# what does it take to get to 400ish whp?



## LandRokkit (Dec 4, 2014)

whats up fellas? so currently im in the motorcycle world and i have a '11 ZX-10R (for those of you who dont know bikes, thats a 9 second, 200+mph bike) and then a normal car, and ive been thinking about selling both and going to the sports car world by buying an 05-06 GTO

i already know that if it wasnt already modded that it would be soon, because although ill probably never get it on the same level as the bike, i still want this thing to haul the damn MAIL! so as opposed to asking the typical stupid questions like "which exhaust/intake/tune is best? blah blah blah" i figure ill just ask what _works_. 

so if you have a GTO that put down ~400hp to the wheels--or if your numbers were close and it COULD be 400 but it was a hot day or maybe that specific dyno just read lower numbers--what mods do you have on there? 

or if you have more, what did you manage to put down and what mods?

that seems like a good goal to me; going from 400 at the crank to 400 at the wheels then ill see where im at and if i need more, then do so and so on.


----------



## svede1212 (Nov 1, 2005)

With the LS2 intake and exhaust are not needed to hit 400 although that's what the noobs usually do first. Long tube headers, a nice cam and a good tune will put you there. They are about 330-ish RWHP out of the box.


----------



## EN3DVED (Oct 14, 2010)

If you want to go fast I would keep the bike. Thats the mistake I did about ten years ago. I used to be a bike guy then decided I wanted to get into racing cars. Bought a gto and now am broke as hell. 

I am assuming you are like the rest of us and speed junkies. 400 wont be enough for you and you will continue to add stuff to keep chasing more and more power. Unfortunately it is substantially more expensive to make a car fast than a motorcycle fast. 
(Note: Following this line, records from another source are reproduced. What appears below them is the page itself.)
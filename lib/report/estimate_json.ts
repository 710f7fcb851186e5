/**
 * Estimates as summary.json writes them, and the bias-corrected refit-bootstrap estimate
 * the report leads with.
 *
 * @module
 */
import type { Estimate } from "../estimate/mod.ts";
import { makeEstimate } from "../estimate/mod.ts";
import { meanVariance } from "../estimate/mod.ts";
import { percentileInterval } from "../estimate/mod.ts";
import { type Json, numberJson } from "./json.ts";

/**
 * An Estimate as summary.json holds it: `{ value, se, ci, level, method, n, unit, notes }`
 * with `se` and `ci` null when there are none (exact values) and non-finite numbers as
 * strings.
 *
 * @example
 * ```ts
 * import { estimateJson } from "./estimate_json.ts";
 * import { makeEstimate } from "../estimate/mod.ts";
 * import assert from "node:assert/strict";
 * const e = makeEstimate({ value: Infinity, method: "grid", n: 0 });
 * assert.deepEqual(estimateJson(e), { value: "Infinity", se: null, ci: null, level: 0.95,
 *   method: "grid", n: 0, unit: "none", notes: [] });
 * ```
 */
export function estimateJson(e: Estimate): Json {
  return {
    value: numberJson(e.value),
    se: e.se === undefined ? null : numberJson(e.se),
    ci: e.ci ? [numberJson(e.ci[0]), numberJson(e.ci[1])] : null,
    level: e.level,
    method: e.method,
    n: e.n,
    unit: e.unit ?? "none",
    notes: [...e.notes],
  };
}

/**
 * The bootstrap bias-corrected estimate `2θ̂ − mean(θ*)` with the basic bootstrap interval
 * `[2θ̂ − q(1 − α/2), 2θ̂ − q(α/2)]`, both clipped to the quantity's known range. Plug-in
 * divergences between fitted densities are biased upward on small samples (two fits to
 * samples of one distribution still differ); the basic interval reflects the replicates
 * about the plug-in value and so corrects for that bias where the percentile interval
 * cannot (for equal distributions every replicate of the JSD is positive). The interval is
 * widened to contain the plug-in value: when the estimated bias exceeds the spread of the
 * replicates, the basic interval alone would exclude the plug-in and claim more than the
 * bootstrap knows (the bias estimate has its own error).
 *
 * References: Efron & Tibshirani 1993, An Introduction to the Bootstrap, ch. 10 (bias
 * correction); Davison & Hinkley 1997, Bootstrap Methods and their Application, §5.2
 * (basic interval).
 *
 * @example
 * ```ts
 * import { biasCorrected } from "./estimate_json.ts";
 * import assert from "node:assert/strict";
 * const reps = Float64Array.from({ length: 101 }, (_, i) => 0.03 + i * 0.0002); // mean 0.04
 * const e = biasCorrected({ value: 0.05, replicates: reps, n: 400, level: 0.9, range: [0, Math.LN2] });
 * assert.ok(Math.abs(e.value - 0.06) < 1e-12); // 2 × 0.05 − 0.04
 * const f = biasCorrected({ value: 0.01, replicates: reps, n: 400, level: 0.9, range: [0, Math.LN2] });
 * assert.deepEqual([f.value, f.ci![0]], [0, 0]); // clipped to the range
 * ```
 */
export function biasCorrected(input: {
  value: number;
  replicates: ArrayLike<number>;
  n: number;
  level: number;
  range: readonly [number, number];
  unit?: Estimate["unit"];
  notes?: readonly string[];
}): Estimate {
  const { value, replicates, level, range } = input;
  const clip = (x: number) => Math.min(range[1], Math.max(range[0], x));
  const { mean, variance } = meanVariance(replicates);
  const [qLo, qHi] = percentileInterval(replicates, level);
  const bc = clip(2 * value - mean);
  return makeEstimate({
    value: bc,
    se: Math.sqrt(variance),
    ci: [clip(Math.min(2 * value - qHi, value)), clip(Math.max(2 * value - qLo, value))],
    level,
    method: "bootstrap-basic (refit, bias-corrected)",
    n: input.n,
    ...(input.unit ? { unit: input.unit } : {}),
    notes: [
      `plug-in ${round(value)}, bootstrap bias estimate ${round(mean - value)} removed; ` +
      `${replicates.length} refit replicates`,
      ...(input.notes ?? []),
    ],
  });
}

function round(x: number): string {
  return Number(x.toPrecision(4)).toString();
}

/**
 * An estimate in a sentence: the value and its interval to 3 significant digits.
 *
 * @example
 * ```ts
 * import { formatShort } from "./estimate_json.ts";
 * import { makeEstimate } from "../estimate/mod.ts";
 * import assert from "node:assert/strict";
 * assert.equal(formatShort(makeEstimate({ value: 0.12345, ci: [0.1, 0.15], method: "x", n: 9 })),
 *   "0.123 [0.1, 0.15]");
 * ```
 */
export function formatShort(e: Estimate): string {
  const r = (x: number) => Number(x.toPrecision(3)).toString();
  return e.ci ? `${r(e.value)} [${r(e.ci[0])}, ${r(e.ci[1])}]` : r(e.value);
}
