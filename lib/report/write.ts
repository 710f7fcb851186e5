/**
 * Writing a report: check the output folder before any work, write everything into a
 * temporary sibling folder, and rename it into place at the end, so an interrupted or
 * failed run never leaves a report that looks complete.
 *
 * @module
 */
import { SaddleError } from "../errors/mod.ts";
import type { Report } from "./types.ts";

/** Files a report writes (figures add `<name>.svg` and `<name>.png`). */
export const REPORT_FILES: readonly string[] = ["index.html", "summary.json", "timings.json"];

/** The temporary sibling folder a report is written into before the rename. */
export function partialPath(out: string): string {
  return `${out.replace(/\/+$/, "")}.partial`;
}

function ioError(e: unknown, what: string, path: string): SaddleError {
  if (e instanceof SaddleError) return e;
  const msg = (e as Error)?.message?.split("\n")[0] ?? String(e);
  const fix = e instanceof Deno.errors.PermissionDenied || e instanceof Deno.errors.NotCapable
    ? "choose a folder you may write to (or grant --allow-write to it and its .partial sibling)"
    : /no space|ENOSPC|quota/i.test(msg)
    ? "free some disk space or choose another disk"
    : /read-only|EROFS/i.test(msg)
    ? "the disk is read-only: choose another folder"
    : "choose another --out folder";
  return new SaddleError("invalid-argument", `${what} (${msg}); ${fix}`, { file: path });
}

async function statOrNull(path: string): Promise<Deno.FileInfo | null> {
  try {
    return await Deno.lstat(path);
  } catch (e) {
    if (e instanceof Deno.errors.NotFound) return null;
    throw ioError(e, "cannot inspect the output path", path);
  }
}

function isReportFile(name: string): boolean {
  return REPORT_FILES.includes(name) || /^[A-Za-z0-9_]+\.(svg|png)$/.test(name);
}

/**
 * Check the output folder before any work: it is not a file; if it exists it is empty,
 * holds an earlier report (only report files, and a summary.json of saddlekit), or
 * `force` is set; and its parent takes a test write of the temporary sibling folder.
 * Throws a `SaddleError` naming the path and the fix.
 *
 * @example
 * ```ts
 * import { checkOutputFolder } from "./write.ts";
 * import assert from "node:assert/strict";
 * const file = await Deno.makeTempFile();
 * await assert.rejects(checkOutputFolder(file), /is a file/);
 * await Deno.remove(file);
 * ```
 */
export async function checkOutputFolder(
  out: string,
  options: { force?: boolean } = {},
): Promise<void> {
  const info = await statOrNull(out);
  if (info && !info.isDirectory) {
    throw new SaddleError(
      "invalid-argument",
      "the output path is a file, not a folder; give a folder path to --out",
      { file: out, parameter: "--out" },
    );
  }
  if (info && !options.force) {
    const names: string[] = [];
    try {
      for await (const e of Deno.readDir(out)) names.push(e.name);
    } catch (e) {
      throw ioError(e, "cannot list the output folder", out);
    }
    const foreign = names.filter((n) => !isReportFile(n));
    let earlier = names.length === 0;
    if (!foreign.length && names.includes("summary.json")) {
      try {
        const s = JSON.parse(await Deno.readTextFile(`${out}/summary.json`));
        earlier = s?.generator === "saddlekit report";
      } catch {
        earlier = false;
      }
    }
    if (!earlier) {
      throw new SaddleError(
        "invalid-argument",
        `the output folder exists and holds ${
          foreign.length
            ? `other files (${foreign.slice(0, 5).join(", ")})`
            : "files that are not a saddlekit report"
        }; ` +
          "choose a new --out folder, or pass --force to replace it",
        { file: out, parameter: "--out" },
      );
    }
  }
  const tmp = partialPath(out);
  try {
    await Deno.remove(tmp, { recursive: true }).catch((e) => {
      if (!(e instanceof Deno.errors.NotFound)) throw e;
    });
    await Deno.mkdir(tmp, { recursive: true });
    await Deno.writeTextFile(`${tmp}/.probe`, "saddlekit");
    await Deno.remove(tmp, { recursive: true });
  } catch (e) {
    throw ioError(e, "cannot write next to the output folder", tmp);
  }
}

/**
 * Write a report: index.html, summary.json, timings.json and every figure as .svg and .png
 * into `<out>.partial`, then replace `out` with it. On any failure the temporary folder is
 * removed and a `SaddleError` names the path and the fix. Returns the seconds spent.
 *
 * @example
 * ```ts
 * import { writeReport } from "./write.ts";
 * import assert from "node:assert/strict";
 * const dir = await Deno.makeTempDir();
 * const report = { summary: {}, summaryText: '{"generator": "saddlekit report"}\n', figures: [], html: "<!DOCTYPE html>", timings: [], claims: [] };
 * await writeReport(report, `${dir}/out`);
 * assert.equal(await Deno.readTextFile(`${dir}/out/index.html`), "<!DOCTYPE html>");
 * await Deno.remove(dir, { recursive: true });
 * ```
 */
export async function writeReport(
  report: Report,
  out: string,
  options: { onProgress?: (step: string, fraction: number) => void } = {},
): Promise<number> {
  const t0 = performance.now();
  const tmp = partialPath(out);
  try {
    await Deno.remove(tmp, { recursive: true }).catch((e) => {
      if (!(e instanceof Deno.errors.NotFound)) throw e;
    });
    await Deno.mkdir(tmp, { recursive: true });
    for (const [i, f] of report.figures.entries()) {
      options.onProgress?.(`writing ${f.name}.png`, i / Math.max(1, report.figures.length));
      await Deno.writeTextFile(`${tmp}/${f.name}.svg`, f.figure.toSVG());
      await Deno.writeFile(`${tmp}/${f.name}.png`, await f.figure.toPNG());
    }
    await Deno.writeTextFile(`${tmp}/summary.json`, report.summaryText);
    const timings = [...report.timings, {
      step: "write",
      seconds: (performance.now() - t0) / 1000,
    }];
    await Deno.writeTextFile(
      `${tmp}/timings.json`,
      JSON.stringify(
        {
          note: "wall-clock seconds per step; not part of summary.json, which the seed decides",
          steps: timings,
          total_seconds: timings.reduce((s, t) => s + ("within" in t ? 0 : t.seconds), 0),
        },
        null,
        2,
      ) + "\n",
    );
    // index.html last: a folder without it is visibly unfinished.
    await Deno.writeTextFile(`${tmp}/index.html`, report.html);
    const existing = await statOrNull(out);
    if (existing) await Deno.remove(out, { recursive: true });
    await Deno.rename(tmp, out);
  } catch (e) {
    await Deno.remove(tmp, { recursive: true }).catch(() => {});
    throw ioError(e, "cannot write the report", out);
  }
  return (performance.now() - t0) / 1000;
}
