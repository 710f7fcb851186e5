/**
 * The analysis behind `deno task analyse`: read and check every input, choose the methods
 * from the data, run the sections, settle the claims, and assemble summary.json, the
 * figures and the HTML report.
 *
 * @module
 */
import { SaddleError } from "../errors/mod.ts";
import { linalgBackend } from "../linalg/mod.ts";
import type { Estimate } from "../estimate/mod.ts";
import { checkClaims, type Claim, claimJson, parseClaims } from "./claims.ts";
import { choosePlan, type PlanOptions } from "./defaults.ts";
import { estimateJson } from "./estimate_json.ts";
import {
  readInputFile,
  type ReadInputsOptions,
  readReportInputs,
  type ReportInputs,
  sha256Hex,
} from "./inputs.ts";
import { renderReportHtml } from "./html.ts";
import { densitySection } from "./section_density.ts";
import { discriminatorSection } from "./section_discriminator.ts";
import { gaussianSection } from "./section_gaussian.ts";
import { inputsSection } from "./section_inputs.ts";
import { metricsSection } from "./section_metrics.ts";
import { checkpointsSection, trainingSection } from "./section_training.ts";
import { comparisonSection } from "./section_comparison.ts";
import type { Json } from "./json.ts";
import type {
  PreparedAnalysis,
  Report,
  ReportContext,
  ReportFigure,
  ReportProgress,
  ReportSection,
  SectionRecord,
} from "./types.ts";

/** Version of the summary.json schema (lib/report/summary.schema.json). */
export const SCHEMA_VERSION = 1;

/** The sections of the report, in order. New capabilities append theirs. */
export const DEFAULT_SECTIONS: readonly ReportSection[] = [
  inputsSection,
  densitySection,
  gaussianSection,
  metricsSection,
  comparisonSection,
  discriminatorSection,
  trainingSection,
  checkpointsSection,
];

/** Options of {@linkcode prepareAnalysis}: the inputs, the claims and the overrides. */
export interface AnalyseOptions extends ReadInputsOptions, PlanOptions {
  /** A claims file (JSON; see README, "Claims"). */
  claims?: string;
  /** Sections to run (default {@linkcode DEFAULT_SECTIONS}). */
  sections?: readonly ReportSection[];
  /** Progress of long steps. */
  onProgress?: ReportProgress;
}

/**
 * Read and check everything before any long computation: the inputs, the plan, which
 * sections run, and the claims against the estimate paths those sections write.
 *
 * @example
 * ```ts
 * import { prepareAnalysis } from "./analyse.ts";
 * import assert from "node:assert/strict";
 * await assert.rejects(prepareAnalysis({ real: "/nonexistent.csv", fake: "/nonexistent.npy" }), /not found/);
 * ```
 */
export async function prepareAnalysis(options: AnalyseOptions): Promise<PreparedAnalysis> {
  const inputs = await readReportInputs(options);
  const plan = choosePlan(
    { d: inputs.real.samples.d, nReal: inputs.real.samples.n, nFake: inputs.fake.samples.n },
    options,
  );
  const onProgress = options.onProgress ?? (() => {});
  const ctx: ReportContext = { inputs, plan, shared: new Map(), onProgress };
  const sections = (options.sections ?? DEFAULT_SECTIONS).map((section) => ({
    section,
    applies: section.applies(ctx),
  }));
  const keys = sections.flatMap((s) => s.applies === true ? s.section.keys(ctx) : []);
  let claims: Claim[] = [];
  let claimsFile: PreparedAnalysis["claimsFile"];
  if (options.claims) {
    const bytes = await readInputFile(options.claims, "--claims");
    claims = parseClaims(new TextDecoder().decode(bytes), options.claims, keys);
    claimsFile = { path: options.claims, sha256: await sha256Hex(bytes) };
  }
  return {
    inputs,
    plan,
    claims,
    ...(claimsFile ? { claimsFile } : {}),
    sections,
    keys,
    onProgress,
  };
}

function sideJson(s: ReportInputs["real"]): Json {
  return {
    path: s.path,
    n: s.samples.n,
    d: s.samples.d,
    columns: s.samples.columns ? [...s.samples.columns] : null,
    sha256: s.sha256,
  };
}

/**
 * Run the sections of a prepared analysis and assemble the report. A section that throws
 * a `SaddleError` is recorded as failed (with the message) and the others still run.
 *
 * @example
 * ```ts
 * import { prepareAnalysis, runAnalysis } from "./analyse.ts";
 * import { gaussian } from "../density/mod.ts";
 * import { writeNpy } from "../samples/mod.ts";
 * import assert from "node:assert/strict";
 * const dir = await Deno.makeTempDir();
 * await writeNpy(`${dir}/r.npy`, gaussian(0, 1).sample(200, 1));
 * await writeNpy(`${dir}/f.npy`, gaussian(0.5, 1).sample(200, 2));
 * const prep = await prepareAnalysis({ real: `${dir}/r.npy`, fake: `${dir}/f.npy`, replicates: 10 });
 * const report = await runAnalysis(prep);
 * assert.match(report.summaryText, /"schema_version": 1/);
 * await Deno.remove(dir, { recursive: true });
 * ```
 */
export async function runAnalysis(prep: PreparedAnalysis): Promise<Report> {
  const { inputs, plan } = prep;
  const ctx: ReportContext = { inputs, plan, shared: new Map(), onProgress: prep.onProgress };
  const timings: { step: string; seconds: number; within?: string }[] = [];
  const estimates: Record<string, Record<string, Json>> = {};
  const estimateObjects: Record<string, Record<string, Estimate>> = {};
  const tests: Record<string, Json> = {};
  const data: Record<string, Json> = { comparison: null, training: null, checkpoints: null };
  const methods: Record<string, Json> = {};
  const figures: ReportFigure[] = [];
  const status: Json[] = [];
  const blocks: {
    section: ReportSection;
    record: SectionRecord;
    status: string;
    reason: string | null;
  }[] = [];
  const notes: string[] = [];
  for (const { section, applies } of prep.sections) {
    const record: SectionRecord = {
      estimates: {},
      data: {},
      tests: {},
      methods: {},
      figures: [],
      html: [],
      headlines: [],
      notes: [],
      timings: [],
    };
    let state = "skipped", reason: string | null = applies === true ? null : applies;
    if (applies === true) {
      const t0 = performance.now();
      try {
        await section.run(ctx, record);
        state = "ran";
      } catch (e) {
        if (!(e instanceof SaddleError)) throw e;
        state = "failed";
        reason = e.message;
      }
      timings.push({ step: section.id, seconds: (performance.now() - t0) / 1000 });
      for (const t of record.timings) {
        timings.push({ step: `${section.id}: ${t.step}`, seconds: t.seconds, within: section.id });
      }
    }
    if (state === "ran") {
      for (const [group, entries] of Object.entries(record.estimates)) {
        estimates[group] ??= {};
        estimateObjects[group] ??= {};
        for (const [k, e] of Object.entries(entries)) {
          estimates[group][k] = estimateJson(e);
          estimateObjects[group][k] = e;
        }
      }
      for (const [k, t] of Object.entries(record.tests)) {
        tests[k] = {
          method: t.method,
          statistic: estimateJson(t.statistic),
          pValue: t.pValue,
          permutations: t.permutations,
          notes: [...t.notes],
        };
      }
      Object.assign(methods, record.methods);
      Object.assign(data, record.data);
      for (const f of record.figures) {
        if (figures.some((g) => g.name === f.name)) {
          throw new Error(`two sections draw a figure named "${f.name}"`);
        }
        figures.push(f);
      }
      notes.push(...record.notes);
    }
    status.push({ id: section.id, title: section.title, status: state, reason });
    blocks.push({ section, record, status: state, reason });
  }
  const base: Record<string, Json> = {
    schema_version: SCHEMA_VERSION,
    generator: "saddlekit report",
    inputs: {
      real: sideJson(inputs.real),
      fake: sideJson(inputs.fake),
      scores: inputs.scores
        ? {
          paths: [...inputs.scores.paths],
          sha256: [...inputs.scores.sha256],
          scale: inputs.scores.scale,
          n: { real: inputs.scores.real.length, fake: inputs.scores.fake.length },
        }
        : null,
      generators: inputs.generators
        ? inputs.generators.map((g) => ({ name: g.name, ...(sideJson(g) as Record<string, Json>) }))
        : null,
      log: inputs.log ? { path: inputs.log.path, sha256: inputs.log.sha256 } : null,
      checkpoints: inputs.checkpoints
        ? { path: inputs.checkpoints.path, files: inputs.checkpoints.files.length }
        : null,
      claims: prep.claimsFile
        ? { path: prep.claimsFile.path, sha256: prep.claimsFile.sha256 }
        : null,
    },
    plan: JSON.parse(JSON.stringify(plan)) as Json,
    environment: { linalg: linalgBackend().name },
    sections: status,
    methods,
    estimates,
    tests,
    ...data,
  };
  const t0 = performance.now();
  const claims = checkClaims(base, prep.claims);
  timings.push({ step: "claims", seconds: (performance.now() - t0) / 1000 });
  const verdicts = { holds: 0, fails: 0, undecided: 0 };
  for (const c of claims) verdicts[c.verdict]++;
  const summary: Json = {
    ...base,
    claims: claims.map(claimJson),
    verdicts,
    notes: [...new Set(notes)],
  };
  const summaryText = JSON.stringify(summary, null, 2) + "\n";
  const html = renderReportHtml({
    prep,
    blocks,
    claims,
    figures,
    notes: [...new Set(notes)],
    timings,
  });
  return { summary, summaryText, figures, html, timings, claims };
}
I do not regret my switch to cars but always wonder if I stuck with bikes how much more ahead in the game i would be. Like svede said exhaust, cam, intake and tune will get you over 400 to the ground easily.


----------



## HP11 (Apr 11, 2009)

LandRokkit (the OP) hasn't been here since the day he left that post, according to his profile. In fact, he didn't even stay around to read Svede's post.


----------